[DATA SUPPLIED]:
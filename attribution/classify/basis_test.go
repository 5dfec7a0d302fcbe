package classify

import (
	"math"
	"reflect"
	"testing"

	"gonum.org/v1/gonum/mat"
)

func TestTermString(t *testing.T) {
	for _, tc := range []struct {
		t    Term
		want string
	}{
		{Term{3, -1}, "x3"},
		{Term{3, 3}, "x3^2"},
		{Term{3, 5}, "x3*x5"},
	} {
		if got := tc.t.String(); got != tc.want {
			t.Errorf("%v: %q, want %q", tc.t, got, tc.want)
		}
	}
}

// TestStandardiseInPlace: weighted mean and population sd by hand
// (analytic): values 1, 2, 4 with weights 1, 1, 2 have mean 11/4 and
// variance (1.75² + 0.75² + 2·1.25²)/4 = 1.6875.
func TestStandardiseInPlace(t *testing.T) {
	for _, tc := range []struct {
		name     string
		v, w     []float64
		mean, sd float64
		constant bool
		binary   bool
	}{
		{"weighted", []float64{1, 2, 4}, []float64{1, 1, 2}, 2.75, math.Sqrt(1.6875), false, false},
		{"binary", []float64{0, 1, 1, 0}, nil, 0.5, 0.5, false, true},
		{"binary on weighted rows", []float64{0, 1, 7, 0}, []float64{1, 1, 0, 1}, 1.0 / 3, math.Sqrt(2.0 / 9), false, true},
		{"constant on weighted rows", []float64{3, 3, 9}, []float64{1, 2, 0}, 3, 1, true, true},
	} {
		var sw float64
		for i := range tc.v {
			if tc.w == nil {
				sw++
			} else {
				sw += tc.w[i]
			}
		}
		v := append([]float64(nil), tc.v...)
		binary := twoValued(v, tc.w)
		s := standardiseInPlace(v, tc.w, sw)
		if math.Abs(s.mean-tc.mean) > 1e-15 || math.Abs(s.sd-tc.sd) > 1e-15 || s.constant != tc.constant || binary != tc.binary {
			t.Errorf("%s: got %+v binary %v, want mean %v sd %v constant %v binary %v", tc.name, s, binary, tc.mean, tc.sd, tc.constant, tc.binary)
		}
		if s.constant {
			continue
		}
		for i, x := range v {
			if want := (tc.v[i] - tc.mean) / tc.sd; math.Abs(x-want) > 1e-14 {
				t.Errorf("%s: row %d standardised to %v, want %v", tc.name, i, x, want)
			}
		}
	}
}

func TestAllFourCells(t *testing.T) {
	a := []float64{0, 1, 0, 1}
	b := []float64{0, 0, 1, 1}
	if !allFourCells(a, b, nil) {
		t.Error("all four cells present, reported missing")
	}
	if allFourCells(a, b, []float64{1, 1, 1, 0}) {
		t.Error("cell (1,1) has zero weight, reported present")
	}
}

// TestExpandTermsOneHot: one-hot codes of one three-level variable (x1,
// x2) are binary and never both 1, so neither squares nor their product
// enter; the continuous x0 gets its square and products with both.
func TestExpandTermsOneHot(t *testing.T) {
	x := mat.NewDense(6, 3, []float64{
		0.5, 0, 0,
		-1, 1, 0,
		2, 0, 1,
		0.1, 0, 0,
		-0.3, 1, 0,
		1.2, 0, 1,
	})
	y := []float64{0, 1, 0, 1, 0, 1}
	lin, raw, active := rawDesign(x, nil, 6, 0)
	inter := interactionSet(lin, active, y, nil, 8)
	_, terms, _ := expandDesign(lin, raw, active, expandTerms(raw, active, inter), nil, 6, 0)
	want := []Term{{0, -1}, {1, -1}, {2, -1}, {0, 0}, {0, 1}, {0, 2}}
	if !reflect.DeepEqual(terms, want) {
		t.Errorf("terms %v, want %v", terms, want)
	}
}

// TestInteractionSetRanking: with more active columns than the cap, the
// columns most correlated with y are kept, in column order.
func TestInteractionSetRanking(t *testing.T) {
	x := mat.NewDense(4, 3, []float64{
		0, 1, 0.1,
		1, 0, 0.3,
		0, 1, 0.2,
		1, 0, 0.5,
	})
	y := []float64{0, 1, 0, 1} // equals column 0; column 1 = 1 − y; column 2 weaker
	lin, _, active := rawDesign(x, nil, 4, 0)
	if got := interactionSet(lin, active, y, nil, 2); !reflect.DeepEqual(got, []int{0, 1}) {
		t.Errorf("interaction set %v, want [0 1]", got)
	}
	if got := interactionSet(lin, active, y, nil, 1); !reflect.DeepEqual(got, []int{0}) {
		t.Errorf("interaction set %v, want [0] (tie to the lower index)", got)
	}
}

[EXERCISE BRIEF]: Whenever the word "rawDesign" occurs in a line above, copy that line.

[FINAL ANSWER]:
	lin, raw, active := rawDesign(x, nil, 6, 0)
	lin, _, active := rawDesign(x, nil, 4, 0)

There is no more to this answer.